Provided material START
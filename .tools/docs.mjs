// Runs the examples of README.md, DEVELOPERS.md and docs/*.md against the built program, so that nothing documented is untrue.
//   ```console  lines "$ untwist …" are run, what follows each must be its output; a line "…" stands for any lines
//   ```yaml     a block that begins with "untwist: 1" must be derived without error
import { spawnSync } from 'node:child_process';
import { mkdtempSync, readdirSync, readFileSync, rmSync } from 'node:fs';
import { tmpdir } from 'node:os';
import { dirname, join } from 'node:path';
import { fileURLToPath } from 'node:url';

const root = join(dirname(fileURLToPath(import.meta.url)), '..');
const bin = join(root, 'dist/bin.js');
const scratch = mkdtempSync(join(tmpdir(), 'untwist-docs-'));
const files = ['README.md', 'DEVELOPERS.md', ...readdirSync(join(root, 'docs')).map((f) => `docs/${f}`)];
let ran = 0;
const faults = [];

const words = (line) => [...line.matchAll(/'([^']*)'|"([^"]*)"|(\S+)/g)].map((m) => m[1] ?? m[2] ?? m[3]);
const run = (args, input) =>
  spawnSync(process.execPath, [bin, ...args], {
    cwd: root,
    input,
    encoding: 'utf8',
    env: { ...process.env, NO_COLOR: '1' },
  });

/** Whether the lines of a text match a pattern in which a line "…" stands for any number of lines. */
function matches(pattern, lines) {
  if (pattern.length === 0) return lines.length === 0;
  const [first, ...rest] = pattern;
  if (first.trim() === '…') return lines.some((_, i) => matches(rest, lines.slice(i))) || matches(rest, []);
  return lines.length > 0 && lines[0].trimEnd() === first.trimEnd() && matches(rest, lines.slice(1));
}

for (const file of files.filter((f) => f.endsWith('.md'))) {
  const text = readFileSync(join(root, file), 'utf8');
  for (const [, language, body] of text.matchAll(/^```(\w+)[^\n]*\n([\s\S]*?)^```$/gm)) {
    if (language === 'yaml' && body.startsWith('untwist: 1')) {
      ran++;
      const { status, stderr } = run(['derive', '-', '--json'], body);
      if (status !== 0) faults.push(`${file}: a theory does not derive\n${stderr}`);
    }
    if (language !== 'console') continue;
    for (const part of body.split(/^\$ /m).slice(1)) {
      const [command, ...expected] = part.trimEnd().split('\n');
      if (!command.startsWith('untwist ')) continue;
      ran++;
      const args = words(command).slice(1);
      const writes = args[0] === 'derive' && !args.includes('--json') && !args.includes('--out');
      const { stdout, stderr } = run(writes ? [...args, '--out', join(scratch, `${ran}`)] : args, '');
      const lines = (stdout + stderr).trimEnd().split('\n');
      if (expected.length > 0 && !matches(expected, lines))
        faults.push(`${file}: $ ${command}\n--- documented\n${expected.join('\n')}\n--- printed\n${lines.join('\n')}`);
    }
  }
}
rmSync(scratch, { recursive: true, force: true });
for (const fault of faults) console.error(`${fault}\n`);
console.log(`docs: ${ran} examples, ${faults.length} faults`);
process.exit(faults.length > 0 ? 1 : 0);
Provided material END
Each line, starting with the one that holds "true, force: true" and ending with the last line of the listing, is to be restated exactly.

rmSync(scratch, { recursive: true, force: true });
for (const fault of faults) console.error(`${fault}\n`);
console.log(`docs: ${ran} examples, ${faults.length} faults`);
process.exit(faults.length > 0 ? 1 : 0);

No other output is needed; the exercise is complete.